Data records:
━━━━━━━━━━━━━━━━━━━━━━━━━━━━━━
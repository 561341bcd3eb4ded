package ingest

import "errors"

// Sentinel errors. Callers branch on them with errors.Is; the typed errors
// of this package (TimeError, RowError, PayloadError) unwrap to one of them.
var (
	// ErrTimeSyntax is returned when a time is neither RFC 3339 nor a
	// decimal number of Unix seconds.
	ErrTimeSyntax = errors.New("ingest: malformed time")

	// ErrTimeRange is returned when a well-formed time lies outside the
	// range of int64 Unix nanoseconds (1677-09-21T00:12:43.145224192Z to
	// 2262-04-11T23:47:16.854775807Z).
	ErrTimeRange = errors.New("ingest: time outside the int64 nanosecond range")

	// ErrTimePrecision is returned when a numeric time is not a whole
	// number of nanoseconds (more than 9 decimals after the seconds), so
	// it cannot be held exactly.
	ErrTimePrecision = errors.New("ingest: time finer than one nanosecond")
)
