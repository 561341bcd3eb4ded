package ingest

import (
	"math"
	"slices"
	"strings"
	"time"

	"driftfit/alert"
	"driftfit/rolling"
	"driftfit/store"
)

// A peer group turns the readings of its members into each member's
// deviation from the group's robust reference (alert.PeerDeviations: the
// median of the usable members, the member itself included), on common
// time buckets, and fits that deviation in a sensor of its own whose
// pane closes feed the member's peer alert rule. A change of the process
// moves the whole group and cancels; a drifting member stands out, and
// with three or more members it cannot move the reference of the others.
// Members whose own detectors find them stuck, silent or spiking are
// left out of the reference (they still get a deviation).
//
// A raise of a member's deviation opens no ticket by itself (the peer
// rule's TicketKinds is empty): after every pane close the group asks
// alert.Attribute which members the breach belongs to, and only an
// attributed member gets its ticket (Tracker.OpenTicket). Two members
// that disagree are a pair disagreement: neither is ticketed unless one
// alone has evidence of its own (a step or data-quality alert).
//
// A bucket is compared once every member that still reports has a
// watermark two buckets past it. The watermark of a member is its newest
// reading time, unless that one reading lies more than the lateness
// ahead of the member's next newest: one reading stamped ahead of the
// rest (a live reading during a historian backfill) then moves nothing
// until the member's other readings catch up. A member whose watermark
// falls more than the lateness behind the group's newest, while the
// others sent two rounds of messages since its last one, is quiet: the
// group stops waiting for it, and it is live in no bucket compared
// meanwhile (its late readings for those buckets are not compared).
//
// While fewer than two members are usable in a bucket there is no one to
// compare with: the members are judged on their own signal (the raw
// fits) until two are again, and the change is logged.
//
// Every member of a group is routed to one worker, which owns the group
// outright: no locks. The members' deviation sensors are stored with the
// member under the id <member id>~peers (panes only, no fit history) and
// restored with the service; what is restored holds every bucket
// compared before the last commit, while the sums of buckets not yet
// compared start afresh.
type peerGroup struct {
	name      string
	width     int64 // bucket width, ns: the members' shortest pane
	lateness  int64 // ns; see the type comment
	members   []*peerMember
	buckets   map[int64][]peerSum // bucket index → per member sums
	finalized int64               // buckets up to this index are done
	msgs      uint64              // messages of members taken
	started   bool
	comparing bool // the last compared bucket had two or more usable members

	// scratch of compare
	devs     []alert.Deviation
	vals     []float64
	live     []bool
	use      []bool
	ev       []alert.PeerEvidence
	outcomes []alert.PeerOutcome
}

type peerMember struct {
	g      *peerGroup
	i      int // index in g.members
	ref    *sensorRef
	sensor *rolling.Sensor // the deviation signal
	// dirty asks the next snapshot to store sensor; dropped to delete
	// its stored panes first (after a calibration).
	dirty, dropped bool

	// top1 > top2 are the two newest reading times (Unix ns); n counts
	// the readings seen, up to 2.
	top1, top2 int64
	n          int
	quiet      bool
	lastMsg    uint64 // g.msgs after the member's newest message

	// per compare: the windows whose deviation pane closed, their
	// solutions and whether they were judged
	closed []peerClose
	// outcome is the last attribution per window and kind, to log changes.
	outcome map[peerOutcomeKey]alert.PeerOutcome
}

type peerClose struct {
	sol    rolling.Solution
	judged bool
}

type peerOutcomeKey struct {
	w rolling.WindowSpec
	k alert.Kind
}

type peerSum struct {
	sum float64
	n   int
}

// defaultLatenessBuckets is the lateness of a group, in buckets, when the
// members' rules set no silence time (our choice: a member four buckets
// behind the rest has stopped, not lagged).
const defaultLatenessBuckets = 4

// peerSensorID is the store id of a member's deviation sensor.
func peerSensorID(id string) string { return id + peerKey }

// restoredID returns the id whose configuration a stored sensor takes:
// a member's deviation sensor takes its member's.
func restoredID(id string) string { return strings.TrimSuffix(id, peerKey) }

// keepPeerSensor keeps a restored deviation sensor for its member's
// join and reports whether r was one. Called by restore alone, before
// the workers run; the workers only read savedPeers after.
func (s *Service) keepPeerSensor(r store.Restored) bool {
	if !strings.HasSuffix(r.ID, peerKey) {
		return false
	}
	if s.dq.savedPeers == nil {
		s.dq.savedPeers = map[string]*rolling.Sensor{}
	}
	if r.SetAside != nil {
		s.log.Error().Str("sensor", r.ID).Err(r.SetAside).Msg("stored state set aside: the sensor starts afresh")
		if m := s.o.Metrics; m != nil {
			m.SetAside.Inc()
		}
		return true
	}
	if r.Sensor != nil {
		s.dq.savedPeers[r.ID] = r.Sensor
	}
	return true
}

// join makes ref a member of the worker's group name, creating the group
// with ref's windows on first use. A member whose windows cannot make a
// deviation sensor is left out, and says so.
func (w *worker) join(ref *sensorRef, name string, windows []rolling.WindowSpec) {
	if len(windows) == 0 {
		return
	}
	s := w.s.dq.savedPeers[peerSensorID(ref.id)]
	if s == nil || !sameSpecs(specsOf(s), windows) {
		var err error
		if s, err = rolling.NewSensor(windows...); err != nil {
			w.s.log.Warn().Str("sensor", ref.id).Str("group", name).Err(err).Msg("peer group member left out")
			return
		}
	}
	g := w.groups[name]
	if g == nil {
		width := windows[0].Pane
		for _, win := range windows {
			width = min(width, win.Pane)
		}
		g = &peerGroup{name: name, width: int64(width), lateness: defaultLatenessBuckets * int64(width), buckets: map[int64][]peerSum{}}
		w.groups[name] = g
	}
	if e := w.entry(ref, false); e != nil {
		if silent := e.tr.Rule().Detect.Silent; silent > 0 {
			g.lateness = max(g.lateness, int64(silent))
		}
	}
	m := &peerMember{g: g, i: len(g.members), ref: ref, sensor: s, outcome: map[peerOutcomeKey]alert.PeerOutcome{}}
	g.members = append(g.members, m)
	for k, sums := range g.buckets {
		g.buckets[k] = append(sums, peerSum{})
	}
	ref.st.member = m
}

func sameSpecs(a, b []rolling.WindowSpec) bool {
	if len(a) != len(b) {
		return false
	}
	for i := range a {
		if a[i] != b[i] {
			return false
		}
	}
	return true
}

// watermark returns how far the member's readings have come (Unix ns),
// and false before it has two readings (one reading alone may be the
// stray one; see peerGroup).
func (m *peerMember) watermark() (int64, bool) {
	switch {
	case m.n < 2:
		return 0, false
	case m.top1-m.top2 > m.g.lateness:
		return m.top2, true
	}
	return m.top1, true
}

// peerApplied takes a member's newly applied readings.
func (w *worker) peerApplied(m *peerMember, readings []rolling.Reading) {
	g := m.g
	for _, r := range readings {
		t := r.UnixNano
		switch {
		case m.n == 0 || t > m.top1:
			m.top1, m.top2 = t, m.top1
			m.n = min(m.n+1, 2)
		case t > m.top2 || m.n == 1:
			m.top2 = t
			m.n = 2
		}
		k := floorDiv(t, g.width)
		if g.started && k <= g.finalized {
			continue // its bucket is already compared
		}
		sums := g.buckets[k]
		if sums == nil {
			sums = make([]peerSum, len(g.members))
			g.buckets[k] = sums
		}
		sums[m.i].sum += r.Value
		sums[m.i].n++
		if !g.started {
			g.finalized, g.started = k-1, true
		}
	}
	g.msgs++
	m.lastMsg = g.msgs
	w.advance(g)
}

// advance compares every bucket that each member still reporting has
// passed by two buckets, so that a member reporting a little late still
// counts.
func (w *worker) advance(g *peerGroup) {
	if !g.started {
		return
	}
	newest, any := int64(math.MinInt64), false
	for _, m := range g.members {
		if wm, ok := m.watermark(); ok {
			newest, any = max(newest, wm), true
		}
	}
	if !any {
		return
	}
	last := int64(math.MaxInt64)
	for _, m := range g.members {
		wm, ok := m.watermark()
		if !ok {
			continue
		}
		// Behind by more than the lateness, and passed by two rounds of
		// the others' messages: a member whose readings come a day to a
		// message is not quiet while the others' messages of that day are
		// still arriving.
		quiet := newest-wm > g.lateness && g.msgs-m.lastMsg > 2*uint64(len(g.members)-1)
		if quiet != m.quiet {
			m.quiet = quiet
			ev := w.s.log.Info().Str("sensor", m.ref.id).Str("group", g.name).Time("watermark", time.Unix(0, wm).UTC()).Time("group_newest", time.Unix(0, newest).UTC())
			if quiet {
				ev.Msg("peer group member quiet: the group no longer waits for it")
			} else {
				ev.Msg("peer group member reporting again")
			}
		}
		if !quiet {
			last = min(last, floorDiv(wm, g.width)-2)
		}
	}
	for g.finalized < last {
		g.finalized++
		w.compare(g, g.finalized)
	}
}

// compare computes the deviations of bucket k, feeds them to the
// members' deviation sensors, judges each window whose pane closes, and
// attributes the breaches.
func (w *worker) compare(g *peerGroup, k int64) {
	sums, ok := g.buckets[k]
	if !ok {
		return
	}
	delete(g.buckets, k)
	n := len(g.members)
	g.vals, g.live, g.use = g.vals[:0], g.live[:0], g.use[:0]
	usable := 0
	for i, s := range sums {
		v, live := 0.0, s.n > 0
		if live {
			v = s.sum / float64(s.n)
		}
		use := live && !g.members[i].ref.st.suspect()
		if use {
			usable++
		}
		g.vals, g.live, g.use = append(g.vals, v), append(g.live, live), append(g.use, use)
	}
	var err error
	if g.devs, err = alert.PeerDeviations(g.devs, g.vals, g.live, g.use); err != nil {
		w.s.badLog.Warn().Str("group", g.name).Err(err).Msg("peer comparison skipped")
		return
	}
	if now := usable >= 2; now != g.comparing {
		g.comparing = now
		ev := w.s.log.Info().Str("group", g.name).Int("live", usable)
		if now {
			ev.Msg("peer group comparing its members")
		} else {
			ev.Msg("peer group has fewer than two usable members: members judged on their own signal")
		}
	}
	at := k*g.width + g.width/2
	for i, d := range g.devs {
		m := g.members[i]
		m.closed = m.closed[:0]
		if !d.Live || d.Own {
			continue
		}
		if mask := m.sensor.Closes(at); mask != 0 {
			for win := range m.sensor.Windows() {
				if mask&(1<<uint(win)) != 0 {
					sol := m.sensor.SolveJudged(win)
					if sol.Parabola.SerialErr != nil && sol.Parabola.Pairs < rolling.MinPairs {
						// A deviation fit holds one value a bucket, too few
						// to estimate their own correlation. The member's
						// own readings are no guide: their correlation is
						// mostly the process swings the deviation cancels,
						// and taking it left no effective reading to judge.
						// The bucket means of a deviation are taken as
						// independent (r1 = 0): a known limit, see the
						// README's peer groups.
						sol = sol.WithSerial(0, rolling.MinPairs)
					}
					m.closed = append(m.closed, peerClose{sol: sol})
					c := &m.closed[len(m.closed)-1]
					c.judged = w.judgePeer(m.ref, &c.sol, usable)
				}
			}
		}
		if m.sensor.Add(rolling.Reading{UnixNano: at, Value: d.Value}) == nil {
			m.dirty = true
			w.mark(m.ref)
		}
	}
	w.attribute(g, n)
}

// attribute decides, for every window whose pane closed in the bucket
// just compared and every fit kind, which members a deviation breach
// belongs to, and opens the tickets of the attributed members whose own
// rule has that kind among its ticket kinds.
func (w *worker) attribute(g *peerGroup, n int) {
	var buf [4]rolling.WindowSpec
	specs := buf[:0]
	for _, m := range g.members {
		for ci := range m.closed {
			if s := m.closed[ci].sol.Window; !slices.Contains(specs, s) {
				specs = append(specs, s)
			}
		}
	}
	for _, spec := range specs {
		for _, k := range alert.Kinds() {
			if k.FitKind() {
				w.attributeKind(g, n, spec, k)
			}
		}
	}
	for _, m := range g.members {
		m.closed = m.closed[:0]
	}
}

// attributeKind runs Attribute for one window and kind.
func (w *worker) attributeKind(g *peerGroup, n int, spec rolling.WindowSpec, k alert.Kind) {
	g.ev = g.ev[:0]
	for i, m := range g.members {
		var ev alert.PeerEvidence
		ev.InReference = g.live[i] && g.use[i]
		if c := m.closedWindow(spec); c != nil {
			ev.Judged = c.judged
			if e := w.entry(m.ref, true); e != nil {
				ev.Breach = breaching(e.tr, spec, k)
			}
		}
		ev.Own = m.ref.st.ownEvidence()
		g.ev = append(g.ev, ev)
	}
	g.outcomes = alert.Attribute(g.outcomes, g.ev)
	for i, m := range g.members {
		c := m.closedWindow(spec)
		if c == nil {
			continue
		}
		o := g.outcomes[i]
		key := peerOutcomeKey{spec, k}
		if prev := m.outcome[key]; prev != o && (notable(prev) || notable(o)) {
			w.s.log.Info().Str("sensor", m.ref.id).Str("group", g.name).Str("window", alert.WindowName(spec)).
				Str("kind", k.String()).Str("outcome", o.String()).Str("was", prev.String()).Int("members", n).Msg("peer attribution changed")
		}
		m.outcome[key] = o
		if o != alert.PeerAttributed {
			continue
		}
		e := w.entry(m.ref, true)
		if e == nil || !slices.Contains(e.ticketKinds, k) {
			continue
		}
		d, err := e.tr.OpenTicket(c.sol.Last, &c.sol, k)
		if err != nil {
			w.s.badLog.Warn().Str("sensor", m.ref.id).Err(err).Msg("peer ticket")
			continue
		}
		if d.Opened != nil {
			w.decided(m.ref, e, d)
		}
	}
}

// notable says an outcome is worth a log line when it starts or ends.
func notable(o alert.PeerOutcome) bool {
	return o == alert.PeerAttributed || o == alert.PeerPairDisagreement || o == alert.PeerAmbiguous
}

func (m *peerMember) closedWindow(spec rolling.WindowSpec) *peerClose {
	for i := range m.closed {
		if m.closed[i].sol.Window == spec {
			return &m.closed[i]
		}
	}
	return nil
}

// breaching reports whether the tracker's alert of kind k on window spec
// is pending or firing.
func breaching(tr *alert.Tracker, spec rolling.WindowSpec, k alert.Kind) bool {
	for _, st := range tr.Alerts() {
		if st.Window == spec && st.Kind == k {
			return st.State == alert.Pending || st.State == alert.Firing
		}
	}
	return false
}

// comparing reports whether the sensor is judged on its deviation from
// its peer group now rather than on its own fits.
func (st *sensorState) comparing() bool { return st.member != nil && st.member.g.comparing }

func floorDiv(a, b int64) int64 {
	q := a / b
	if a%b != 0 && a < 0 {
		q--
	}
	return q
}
━━━━━━━━━━━━━━━━━━━━━━━━━━━━━━
Using only the entries above, output the line with "not a whole", the line with "signal (the raw", and all lines between them, exactly as they stand.

▸ **Answer space**
	// ErrTimePrecision is returned when a numeric time is not a whole
	// number of nanoseconds (more than 9 decimals after the seconds), so
	// it cannot be held exactly.
	ErrTimePrecision = errors.New("ingest: time finer than one nanosecond")
)
repository 561341bcd3eb4ded
package ingest

import (
	"math"
	"slices"
	"strings"
	"time"

	"driftfit/alert"
	"driftfit/rolling"
	"driftfit/store"
)

// A peer group turns the readings of its members into each member's
// deviation from the group's robust reference (alert.PeerDeviations: the
// median of the usable members, the member itself included), on common
// time buckets, and fits that deviation in a sensor of its own whose
// pane closes feed the member's peer alert rule. A change of the process
// moves the whole group and cancels; a drifting member stands out, and
// with three or more members it cannot move the reference of the others.
// Members whose own detectors find them stuck, silent or spiking are
// left out of the reference (they still get a deviation).
//
// A raise of a member's deviation opens no ticket by itself (the peer
// rule's TicketKinds is empty): after every pane close the group asks
// alert.Attribute which members the breach belongs to, and only an
// attributed member gets its ticket (Tracker.OpenTicket). Two members
// that disagree are a pair disagreement: neither is ticketed unless one
// alone has evidence of its own (a step or data-quality alert).
//
// A bucket is compared once every member that still reports has a
// watermark two buckets past it. The watermark of a member is its newest
// reading time, unless that one reading lies more than the lateness
// ahead of the member's next newest: one reading stamped ahead of the
// rest (a live reading during a historian backfill) then moves nothing
// until the member's other readings catch up. A member whose watermark
// falls more than the lateness behind the group's newest, while the
// others sent two rounds of messages since its last one, is quiet: the
// group stops waiting for it, and it is live in no bucket compared
// meanwhile (its late readings for those buckets are not compared).
//
// While fewer than two members are usable in a bucket there is no one to
// compare with: the members are judged on their own signal (the raw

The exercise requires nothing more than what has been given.